Collected data:
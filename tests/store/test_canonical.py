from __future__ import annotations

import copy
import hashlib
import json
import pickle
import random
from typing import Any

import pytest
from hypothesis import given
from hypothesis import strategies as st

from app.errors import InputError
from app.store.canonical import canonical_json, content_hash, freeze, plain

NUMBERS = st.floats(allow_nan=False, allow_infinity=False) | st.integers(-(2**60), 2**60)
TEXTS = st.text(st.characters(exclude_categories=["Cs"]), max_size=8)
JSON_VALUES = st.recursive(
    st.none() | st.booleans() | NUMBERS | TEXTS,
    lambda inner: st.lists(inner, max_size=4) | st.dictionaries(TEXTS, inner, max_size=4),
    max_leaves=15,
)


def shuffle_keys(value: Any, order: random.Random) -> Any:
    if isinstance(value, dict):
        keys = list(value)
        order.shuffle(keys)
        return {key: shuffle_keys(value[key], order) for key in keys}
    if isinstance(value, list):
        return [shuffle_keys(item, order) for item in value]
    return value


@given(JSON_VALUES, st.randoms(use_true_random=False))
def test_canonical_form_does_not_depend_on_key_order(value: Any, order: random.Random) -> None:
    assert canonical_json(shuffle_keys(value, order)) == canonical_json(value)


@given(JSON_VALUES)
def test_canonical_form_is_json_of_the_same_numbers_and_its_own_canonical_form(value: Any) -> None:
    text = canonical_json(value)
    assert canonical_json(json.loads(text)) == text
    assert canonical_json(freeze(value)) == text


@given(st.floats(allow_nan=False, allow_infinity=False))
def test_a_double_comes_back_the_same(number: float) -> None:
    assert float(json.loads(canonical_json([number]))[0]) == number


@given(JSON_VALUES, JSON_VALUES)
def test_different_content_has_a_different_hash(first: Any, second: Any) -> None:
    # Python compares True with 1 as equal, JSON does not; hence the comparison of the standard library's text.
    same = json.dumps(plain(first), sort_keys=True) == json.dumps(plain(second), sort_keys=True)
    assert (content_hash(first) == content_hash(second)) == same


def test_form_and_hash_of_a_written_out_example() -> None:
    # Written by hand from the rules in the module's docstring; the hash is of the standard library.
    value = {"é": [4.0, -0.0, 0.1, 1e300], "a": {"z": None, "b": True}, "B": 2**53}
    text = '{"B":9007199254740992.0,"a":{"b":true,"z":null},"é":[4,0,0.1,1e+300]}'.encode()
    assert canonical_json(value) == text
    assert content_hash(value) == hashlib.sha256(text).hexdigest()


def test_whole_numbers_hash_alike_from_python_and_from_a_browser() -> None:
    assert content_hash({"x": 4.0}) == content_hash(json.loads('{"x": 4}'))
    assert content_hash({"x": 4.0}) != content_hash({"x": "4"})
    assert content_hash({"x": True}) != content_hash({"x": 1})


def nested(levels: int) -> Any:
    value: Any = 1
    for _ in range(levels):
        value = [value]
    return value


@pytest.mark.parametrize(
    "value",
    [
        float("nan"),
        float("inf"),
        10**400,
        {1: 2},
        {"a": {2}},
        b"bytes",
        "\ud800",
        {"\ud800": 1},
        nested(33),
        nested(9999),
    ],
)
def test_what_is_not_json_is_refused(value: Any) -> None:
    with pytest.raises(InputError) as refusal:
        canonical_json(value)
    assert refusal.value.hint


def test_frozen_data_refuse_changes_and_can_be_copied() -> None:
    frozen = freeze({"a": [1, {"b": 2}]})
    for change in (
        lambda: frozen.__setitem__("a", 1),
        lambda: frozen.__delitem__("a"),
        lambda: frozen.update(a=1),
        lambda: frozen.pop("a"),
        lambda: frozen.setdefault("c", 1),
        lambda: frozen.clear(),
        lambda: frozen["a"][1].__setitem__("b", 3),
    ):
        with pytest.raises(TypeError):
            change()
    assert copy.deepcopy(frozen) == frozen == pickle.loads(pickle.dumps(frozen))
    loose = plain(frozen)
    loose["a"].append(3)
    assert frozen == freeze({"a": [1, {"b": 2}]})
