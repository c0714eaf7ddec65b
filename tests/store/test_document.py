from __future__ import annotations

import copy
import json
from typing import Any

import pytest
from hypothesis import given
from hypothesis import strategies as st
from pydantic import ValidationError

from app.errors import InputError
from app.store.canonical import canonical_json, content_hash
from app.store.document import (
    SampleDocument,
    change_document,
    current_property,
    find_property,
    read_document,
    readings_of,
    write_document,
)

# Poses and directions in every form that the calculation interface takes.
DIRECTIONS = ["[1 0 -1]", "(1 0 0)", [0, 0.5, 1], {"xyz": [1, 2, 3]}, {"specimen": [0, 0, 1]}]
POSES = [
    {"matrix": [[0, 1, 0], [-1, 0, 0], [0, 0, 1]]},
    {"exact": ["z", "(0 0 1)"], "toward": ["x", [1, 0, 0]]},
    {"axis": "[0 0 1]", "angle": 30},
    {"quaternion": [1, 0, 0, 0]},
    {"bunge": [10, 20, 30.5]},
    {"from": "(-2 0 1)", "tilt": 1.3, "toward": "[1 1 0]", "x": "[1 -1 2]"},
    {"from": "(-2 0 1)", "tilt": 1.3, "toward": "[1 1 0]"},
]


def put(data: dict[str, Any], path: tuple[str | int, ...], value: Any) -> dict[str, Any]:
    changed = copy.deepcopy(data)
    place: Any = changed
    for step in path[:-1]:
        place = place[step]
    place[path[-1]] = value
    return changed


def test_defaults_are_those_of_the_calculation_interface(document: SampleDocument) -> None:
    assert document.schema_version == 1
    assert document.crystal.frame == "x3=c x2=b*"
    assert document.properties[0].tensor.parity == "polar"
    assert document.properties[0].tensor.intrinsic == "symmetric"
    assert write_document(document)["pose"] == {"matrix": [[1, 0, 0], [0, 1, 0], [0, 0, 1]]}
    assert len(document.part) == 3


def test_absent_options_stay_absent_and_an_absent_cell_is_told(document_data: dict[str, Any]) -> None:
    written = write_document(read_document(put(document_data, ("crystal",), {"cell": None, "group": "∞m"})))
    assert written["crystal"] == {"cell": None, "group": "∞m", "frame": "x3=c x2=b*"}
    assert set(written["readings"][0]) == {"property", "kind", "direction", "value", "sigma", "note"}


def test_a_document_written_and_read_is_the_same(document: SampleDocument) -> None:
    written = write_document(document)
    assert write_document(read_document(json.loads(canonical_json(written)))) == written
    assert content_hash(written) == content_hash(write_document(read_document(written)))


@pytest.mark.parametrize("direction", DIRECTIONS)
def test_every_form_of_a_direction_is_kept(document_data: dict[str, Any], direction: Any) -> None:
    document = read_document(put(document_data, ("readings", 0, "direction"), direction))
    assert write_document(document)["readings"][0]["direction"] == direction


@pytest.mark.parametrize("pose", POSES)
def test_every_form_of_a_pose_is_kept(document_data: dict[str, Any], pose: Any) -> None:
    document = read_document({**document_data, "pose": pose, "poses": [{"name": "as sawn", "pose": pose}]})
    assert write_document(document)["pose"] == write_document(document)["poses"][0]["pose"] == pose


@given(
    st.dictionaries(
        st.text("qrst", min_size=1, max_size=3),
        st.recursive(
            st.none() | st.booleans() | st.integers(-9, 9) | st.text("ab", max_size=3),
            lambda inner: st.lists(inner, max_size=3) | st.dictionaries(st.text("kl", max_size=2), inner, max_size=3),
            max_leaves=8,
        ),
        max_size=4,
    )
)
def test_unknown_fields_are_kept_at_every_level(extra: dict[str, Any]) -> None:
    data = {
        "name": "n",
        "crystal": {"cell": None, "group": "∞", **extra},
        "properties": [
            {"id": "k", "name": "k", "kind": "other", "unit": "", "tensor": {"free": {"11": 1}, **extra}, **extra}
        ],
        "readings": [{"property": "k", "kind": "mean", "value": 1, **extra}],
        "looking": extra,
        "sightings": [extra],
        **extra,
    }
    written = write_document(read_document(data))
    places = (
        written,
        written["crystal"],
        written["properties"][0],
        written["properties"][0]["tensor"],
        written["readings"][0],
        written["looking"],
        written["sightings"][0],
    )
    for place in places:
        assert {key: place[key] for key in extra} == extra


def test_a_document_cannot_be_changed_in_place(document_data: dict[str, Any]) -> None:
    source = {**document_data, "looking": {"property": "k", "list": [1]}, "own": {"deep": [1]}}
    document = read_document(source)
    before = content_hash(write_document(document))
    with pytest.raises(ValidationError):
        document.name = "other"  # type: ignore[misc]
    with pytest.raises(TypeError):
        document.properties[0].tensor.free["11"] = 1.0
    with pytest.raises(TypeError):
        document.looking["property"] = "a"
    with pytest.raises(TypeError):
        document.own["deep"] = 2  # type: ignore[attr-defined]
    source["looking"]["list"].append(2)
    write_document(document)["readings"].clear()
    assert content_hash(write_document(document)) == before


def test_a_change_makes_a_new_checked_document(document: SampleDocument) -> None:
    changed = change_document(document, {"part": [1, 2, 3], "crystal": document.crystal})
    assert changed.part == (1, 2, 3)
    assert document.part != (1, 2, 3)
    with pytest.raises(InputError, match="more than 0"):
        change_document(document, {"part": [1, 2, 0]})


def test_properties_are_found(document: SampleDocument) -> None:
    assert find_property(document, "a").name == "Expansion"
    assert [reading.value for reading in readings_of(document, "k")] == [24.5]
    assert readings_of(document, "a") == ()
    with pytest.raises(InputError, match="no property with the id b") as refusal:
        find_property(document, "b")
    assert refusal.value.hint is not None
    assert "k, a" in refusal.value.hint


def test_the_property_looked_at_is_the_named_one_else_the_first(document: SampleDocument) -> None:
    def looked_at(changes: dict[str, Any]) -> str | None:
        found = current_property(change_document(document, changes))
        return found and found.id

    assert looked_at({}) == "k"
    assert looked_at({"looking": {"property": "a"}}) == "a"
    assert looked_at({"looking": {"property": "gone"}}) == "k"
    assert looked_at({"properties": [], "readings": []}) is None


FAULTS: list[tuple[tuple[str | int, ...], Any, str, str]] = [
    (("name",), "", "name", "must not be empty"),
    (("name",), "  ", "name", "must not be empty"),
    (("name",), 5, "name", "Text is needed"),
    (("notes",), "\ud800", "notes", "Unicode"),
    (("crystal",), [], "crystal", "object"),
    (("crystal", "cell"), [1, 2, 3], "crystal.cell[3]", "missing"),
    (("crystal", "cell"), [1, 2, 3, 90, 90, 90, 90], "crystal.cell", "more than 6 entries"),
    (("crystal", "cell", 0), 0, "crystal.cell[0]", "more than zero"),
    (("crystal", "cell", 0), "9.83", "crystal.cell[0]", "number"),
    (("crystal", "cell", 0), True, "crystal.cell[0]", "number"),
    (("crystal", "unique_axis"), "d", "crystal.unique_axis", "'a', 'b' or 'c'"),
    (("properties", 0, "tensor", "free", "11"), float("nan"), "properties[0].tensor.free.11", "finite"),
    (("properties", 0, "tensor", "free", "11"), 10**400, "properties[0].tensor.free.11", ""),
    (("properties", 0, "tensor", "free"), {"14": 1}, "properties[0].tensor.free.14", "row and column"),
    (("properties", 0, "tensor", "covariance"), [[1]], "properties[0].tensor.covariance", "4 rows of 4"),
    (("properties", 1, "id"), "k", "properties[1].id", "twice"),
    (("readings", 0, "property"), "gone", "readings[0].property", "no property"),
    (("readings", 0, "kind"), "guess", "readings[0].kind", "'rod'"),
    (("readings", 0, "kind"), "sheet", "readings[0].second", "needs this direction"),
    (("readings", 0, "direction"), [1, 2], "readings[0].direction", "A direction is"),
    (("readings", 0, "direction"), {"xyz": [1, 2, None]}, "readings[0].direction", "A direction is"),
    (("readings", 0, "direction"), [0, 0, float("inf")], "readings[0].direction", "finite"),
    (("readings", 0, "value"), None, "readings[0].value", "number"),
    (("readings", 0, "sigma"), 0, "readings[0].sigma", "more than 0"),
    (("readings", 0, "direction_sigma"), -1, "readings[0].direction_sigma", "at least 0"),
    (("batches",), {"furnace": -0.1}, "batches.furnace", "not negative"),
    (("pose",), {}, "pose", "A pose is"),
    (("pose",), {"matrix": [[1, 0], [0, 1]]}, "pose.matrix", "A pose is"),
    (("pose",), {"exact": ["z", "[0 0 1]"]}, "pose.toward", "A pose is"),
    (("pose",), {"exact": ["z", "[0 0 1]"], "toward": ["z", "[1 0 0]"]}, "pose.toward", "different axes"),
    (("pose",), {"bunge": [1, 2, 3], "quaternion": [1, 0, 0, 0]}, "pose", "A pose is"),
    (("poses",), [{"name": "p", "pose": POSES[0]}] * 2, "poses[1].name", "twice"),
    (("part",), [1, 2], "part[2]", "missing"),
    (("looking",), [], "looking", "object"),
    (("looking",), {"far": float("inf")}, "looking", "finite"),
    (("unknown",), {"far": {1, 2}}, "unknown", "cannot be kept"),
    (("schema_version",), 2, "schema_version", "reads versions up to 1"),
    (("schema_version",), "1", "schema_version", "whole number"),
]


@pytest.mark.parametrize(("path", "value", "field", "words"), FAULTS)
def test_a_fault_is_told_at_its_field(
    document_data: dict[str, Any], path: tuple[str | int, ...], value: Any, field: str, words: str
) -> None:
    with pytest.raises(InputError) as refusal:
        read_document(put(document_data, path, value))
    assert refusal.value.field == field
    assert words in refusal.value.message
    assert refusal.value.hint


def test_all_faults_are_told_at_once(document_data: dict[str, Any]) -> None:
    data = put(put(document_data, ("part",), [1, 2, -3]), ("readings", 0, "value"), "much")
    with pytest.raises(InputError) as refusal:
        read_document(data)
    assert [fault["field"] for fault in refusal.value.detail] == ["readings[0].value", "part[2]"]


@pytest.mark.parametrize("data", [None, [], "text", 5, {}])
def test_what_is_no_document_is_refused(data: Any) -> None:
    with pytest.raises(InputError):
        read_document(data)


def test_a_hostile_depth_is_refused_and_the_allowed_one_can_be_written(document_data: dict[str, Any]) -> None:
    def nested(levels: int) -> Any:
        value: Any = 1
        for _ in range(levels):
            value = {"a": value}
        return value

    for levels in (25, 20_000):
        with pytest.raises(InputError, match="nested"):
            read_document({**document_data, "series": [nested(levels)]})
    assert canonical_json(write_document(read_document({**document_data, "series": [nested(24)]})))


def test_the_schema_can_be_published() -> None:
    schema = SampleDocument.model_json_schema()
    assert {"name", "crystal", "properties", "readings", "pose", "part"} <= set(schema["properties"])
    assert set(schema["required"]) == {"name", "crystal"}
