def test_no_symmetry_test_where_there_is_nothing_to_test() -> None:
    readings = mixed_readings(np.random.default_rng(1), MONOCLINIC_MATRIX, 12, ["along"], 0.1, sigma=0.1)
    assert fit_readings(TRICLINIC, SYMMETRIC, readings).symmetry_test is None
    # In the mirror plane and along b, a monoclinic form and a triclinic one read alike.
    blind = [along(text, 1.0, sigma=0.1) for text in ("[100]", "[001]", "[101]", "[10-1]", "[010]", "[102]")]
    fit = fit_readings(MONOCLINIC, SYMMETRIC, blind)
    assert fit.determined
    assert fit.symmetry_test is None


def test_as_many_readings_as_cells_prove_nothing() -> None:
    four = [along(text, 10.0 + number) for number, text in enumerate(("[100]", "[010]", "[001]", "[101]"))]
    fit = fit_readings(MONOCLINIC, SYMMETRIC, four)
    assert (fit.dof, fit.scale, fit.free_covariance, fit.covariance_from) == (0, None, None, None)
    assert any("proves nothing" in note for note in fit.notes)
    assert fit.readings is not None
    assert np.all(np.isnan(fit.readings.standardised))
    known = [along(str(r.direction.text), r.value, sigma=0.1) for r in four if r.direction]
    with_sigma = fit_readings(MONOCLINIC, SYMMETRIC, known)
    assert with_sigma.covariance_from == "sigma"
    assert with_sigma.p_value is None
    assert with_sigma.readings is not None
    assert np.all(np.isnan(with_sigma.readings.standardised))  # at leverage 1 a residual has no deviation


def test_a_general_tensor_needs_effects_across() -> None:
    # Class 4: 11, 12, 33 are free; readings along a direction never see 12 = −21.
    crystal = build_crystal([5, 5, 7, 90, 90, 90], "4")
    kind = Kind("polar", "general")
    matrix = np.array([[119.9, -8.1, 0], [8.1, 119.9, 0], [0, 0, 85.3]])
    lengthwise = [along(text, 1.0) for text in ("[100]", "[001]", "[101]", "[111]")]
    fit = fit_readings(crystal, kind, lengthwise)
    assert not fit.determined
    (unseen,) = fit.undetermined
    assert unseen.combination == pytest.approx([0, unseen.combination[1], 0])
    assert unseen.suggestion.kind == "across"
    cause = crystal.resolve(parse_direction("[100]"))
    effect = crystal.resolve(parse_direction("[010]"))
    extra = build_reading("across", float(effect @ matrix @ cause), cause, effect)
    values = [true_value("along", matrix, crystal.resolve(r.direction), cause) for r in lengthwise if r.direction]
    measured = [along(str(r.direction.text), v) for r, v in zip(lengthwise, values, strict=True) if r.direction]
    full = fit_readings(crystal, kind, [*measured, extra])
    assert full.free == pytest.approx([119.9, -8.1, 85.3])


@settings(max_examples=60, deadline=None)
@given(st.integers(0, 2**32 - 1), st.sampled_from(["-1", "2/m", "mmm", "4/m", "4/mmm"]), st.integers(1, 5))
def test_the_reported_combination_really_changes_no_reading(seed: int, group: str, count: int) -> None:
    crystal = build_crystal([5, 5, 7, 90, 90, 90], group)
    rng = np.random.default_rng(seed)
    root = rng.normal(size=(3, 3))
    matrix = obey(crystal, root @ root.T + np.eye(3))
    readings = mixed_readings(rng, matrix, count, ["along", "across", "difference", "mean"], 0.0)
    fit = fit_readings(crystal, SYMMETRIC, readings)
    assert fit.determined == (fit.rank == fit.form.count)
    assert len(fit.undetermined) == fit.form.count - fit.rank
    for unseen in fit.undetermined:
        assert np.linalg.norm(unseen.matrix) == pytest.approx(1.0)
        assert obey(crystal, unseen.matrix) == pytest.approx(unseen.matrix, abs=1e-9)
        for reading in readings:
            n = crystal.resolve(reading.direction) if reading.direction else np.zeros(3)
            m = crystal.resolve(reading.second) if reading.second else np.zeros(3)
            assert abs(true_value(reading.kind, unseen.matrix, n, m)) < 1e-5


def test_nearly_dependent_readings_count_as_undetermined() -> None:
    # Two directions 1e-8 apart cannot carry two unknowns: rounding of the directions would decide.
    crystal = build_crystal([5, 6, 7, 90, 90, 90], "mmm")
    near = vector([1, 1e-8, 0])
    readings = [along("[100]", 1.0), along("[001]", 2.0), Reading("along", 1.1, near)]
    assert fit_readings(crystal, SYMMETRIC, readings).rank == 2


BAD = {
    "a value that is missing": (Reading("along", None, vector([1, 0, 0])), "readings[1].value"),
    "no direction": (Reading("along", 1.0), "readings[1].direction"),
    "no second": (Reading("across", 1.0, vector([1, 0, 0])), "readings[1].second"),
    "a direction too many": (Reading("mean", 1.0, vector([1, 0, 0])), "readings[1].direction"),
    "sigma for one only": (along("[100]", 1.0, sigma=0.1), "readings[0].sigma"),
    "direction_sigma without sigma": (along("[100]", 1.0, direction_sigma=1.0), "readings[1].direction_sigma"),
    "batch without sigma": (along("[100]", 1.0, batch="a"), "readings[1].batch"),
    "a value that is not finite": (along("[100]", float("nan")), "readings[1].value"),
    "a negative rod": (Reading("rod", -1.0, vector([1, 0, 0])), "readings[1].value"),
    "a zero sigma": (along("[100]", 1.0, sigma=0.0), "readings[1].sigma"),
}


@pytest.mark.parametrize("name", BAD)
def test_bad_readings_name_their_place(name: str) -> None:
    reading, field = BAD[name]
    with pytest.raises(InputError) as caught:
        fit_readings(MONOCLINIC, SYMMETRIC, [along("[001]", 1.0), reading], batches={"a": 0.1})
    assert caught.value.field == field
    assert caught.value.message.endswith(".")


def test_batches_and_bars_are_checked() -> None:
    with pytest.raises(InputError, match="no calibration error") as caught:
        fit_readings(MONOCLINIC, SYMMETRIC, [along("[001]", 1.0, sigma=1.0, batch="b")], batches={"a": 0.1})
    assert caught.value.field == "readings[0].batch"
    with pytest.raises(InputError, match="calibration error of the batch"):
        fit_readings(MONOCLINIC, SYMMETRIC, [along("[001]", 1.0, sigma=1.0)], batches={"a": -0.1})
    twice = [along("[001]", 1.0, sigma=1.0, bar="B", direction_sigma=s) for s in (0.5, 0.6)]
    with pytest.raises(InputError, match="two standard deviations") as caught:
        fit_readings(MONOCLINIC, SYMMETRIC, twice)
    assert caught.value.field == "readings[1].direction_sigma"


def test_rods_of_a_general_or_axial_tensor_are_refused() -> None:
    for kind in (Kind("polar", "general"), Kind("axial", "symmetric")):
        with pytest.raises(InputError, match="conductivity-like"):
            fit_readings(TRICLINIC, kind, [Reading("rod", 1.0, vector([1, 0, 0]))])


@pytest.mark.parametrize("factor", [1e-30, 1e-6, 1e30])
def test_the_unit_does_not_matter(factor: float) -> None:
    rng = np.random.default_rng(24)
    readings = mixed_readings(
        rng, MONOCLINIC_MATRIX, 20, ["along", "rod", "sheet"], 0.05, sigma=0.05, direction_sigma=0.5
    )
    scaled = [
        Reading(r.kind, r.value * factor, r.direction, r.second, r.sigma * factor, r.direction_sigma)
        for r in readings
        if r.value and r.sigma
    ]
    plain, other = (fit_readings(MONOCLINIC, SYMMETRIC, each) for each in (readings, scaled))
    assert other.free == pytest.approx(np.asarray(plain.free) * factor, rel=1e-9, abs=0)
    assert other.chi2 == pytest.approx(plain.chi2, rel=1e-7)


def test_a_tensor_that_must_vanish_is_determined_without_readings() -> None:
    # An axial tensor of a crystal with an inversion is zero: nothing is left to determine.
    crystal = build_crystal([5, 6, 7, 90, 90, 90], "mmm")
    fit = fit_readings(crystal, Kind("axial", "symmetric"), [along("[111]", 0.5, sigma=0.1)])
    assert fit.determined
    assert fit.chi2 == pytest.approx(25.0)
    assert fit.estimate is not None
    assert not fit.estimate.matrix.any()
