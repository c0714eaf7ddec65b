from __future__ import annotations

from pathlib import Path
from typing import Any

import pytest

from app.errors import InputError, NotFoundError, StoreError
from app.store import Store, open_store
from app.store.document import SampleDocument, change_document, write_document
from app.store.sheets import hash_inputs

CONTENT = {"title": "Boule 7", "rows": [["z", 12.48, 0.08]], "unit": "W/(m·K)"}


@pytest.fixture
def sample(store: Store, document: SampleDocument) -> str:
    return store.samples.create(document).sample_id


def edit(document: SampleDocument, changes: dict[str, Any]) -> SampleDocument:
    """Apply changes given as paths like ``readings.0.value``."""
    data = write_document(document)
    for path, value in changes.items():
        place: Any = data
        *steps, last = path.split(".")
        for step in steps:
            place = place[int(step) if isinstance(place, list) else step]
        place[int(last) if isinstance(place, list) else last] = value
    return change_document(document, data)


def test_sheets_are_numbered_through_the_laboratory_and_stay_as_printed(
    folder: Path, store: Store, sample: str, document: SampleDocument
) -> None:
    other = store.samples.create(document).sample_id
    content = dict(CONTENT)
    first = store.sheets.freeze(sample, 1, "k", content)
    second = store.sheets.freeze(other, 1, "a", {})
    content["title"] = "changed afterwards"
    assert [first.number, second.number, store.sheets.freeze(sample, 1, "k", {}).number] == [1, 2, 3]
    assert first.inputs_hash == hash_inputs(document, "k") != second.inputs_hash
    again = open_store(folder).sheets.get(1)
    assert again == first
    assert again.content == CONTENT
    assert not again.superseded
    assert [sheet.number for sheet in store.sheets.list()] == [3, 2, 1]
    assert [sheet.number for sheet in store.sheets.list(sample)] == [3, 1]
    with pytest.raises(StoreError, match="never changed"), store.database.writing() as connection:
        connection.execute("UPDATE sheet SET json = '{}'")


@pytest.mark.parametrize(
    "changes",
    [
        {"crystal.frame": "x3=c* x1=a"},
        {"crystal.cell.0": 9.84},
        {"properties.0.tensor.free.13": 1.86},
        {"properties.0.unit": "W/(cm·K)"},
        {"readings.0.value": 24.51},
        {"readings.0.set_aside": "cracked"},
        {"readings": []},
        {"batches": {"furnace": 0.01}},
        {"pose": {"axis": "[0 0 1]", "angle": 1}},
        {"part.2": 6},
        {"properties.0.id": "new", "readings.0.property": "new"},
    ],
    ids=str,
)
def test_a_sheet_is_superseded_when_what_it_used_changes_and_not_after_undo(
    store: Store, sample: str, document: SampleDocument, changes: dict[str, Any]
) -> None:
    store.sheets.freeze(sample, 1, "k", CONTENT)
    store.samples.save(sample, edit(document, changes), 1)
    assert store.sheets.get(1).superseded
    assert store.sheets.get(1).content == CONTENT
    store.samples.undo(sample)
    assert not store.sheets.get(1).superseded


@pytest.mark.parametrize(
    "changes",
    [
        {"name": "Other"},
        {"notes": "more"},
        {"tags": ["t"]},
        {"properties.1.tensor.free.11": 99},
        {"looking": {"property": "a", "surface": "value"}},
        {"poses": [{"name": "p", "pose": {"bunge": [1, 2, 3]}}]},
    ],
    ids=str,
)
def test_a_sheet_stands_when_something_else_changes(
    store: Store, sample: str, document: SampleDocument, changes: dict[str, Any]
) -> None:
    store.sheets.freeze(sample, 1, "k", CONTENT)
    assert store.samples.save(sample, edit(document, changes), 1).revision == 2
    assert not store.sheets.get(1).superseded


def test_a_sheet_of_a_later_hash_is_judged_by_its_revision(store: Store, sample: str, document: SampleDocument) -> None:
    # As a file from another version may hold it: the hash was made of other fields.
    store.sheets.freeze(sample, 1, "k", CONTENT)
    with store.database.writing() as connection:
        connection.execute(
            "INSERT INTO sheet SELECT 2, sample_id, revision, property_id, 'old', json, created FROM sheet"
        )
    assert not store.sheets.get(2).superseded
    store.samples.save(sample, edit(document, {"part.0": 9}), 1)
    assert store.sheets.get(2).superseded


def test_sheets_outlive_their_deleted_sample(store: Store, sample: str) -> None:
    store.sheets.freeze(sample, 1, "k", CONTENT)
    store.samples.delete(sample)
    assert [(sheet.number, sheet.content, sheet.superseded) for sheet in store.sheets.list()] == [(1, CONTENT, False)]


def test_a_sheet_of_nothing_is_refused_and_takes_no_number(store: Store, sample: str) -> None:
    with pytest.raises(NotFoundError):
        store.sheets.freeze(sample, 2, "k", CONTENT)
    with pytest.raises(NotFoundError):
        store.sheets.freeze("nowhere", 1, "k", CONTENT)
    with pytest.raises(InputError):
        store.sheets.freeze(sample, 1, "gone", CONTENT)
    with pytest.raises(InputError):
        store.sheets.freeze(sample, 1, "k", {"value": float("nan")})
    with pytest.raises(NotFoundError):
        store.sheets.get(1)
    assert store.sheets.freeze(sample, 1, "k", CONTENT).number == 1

# Task statement:
Show, from the entries above, every line that includes the string "object".

# Answer box:
    (("crystal",), [], "crystal", "object"),
    (("looking",), [], "looking", "object"),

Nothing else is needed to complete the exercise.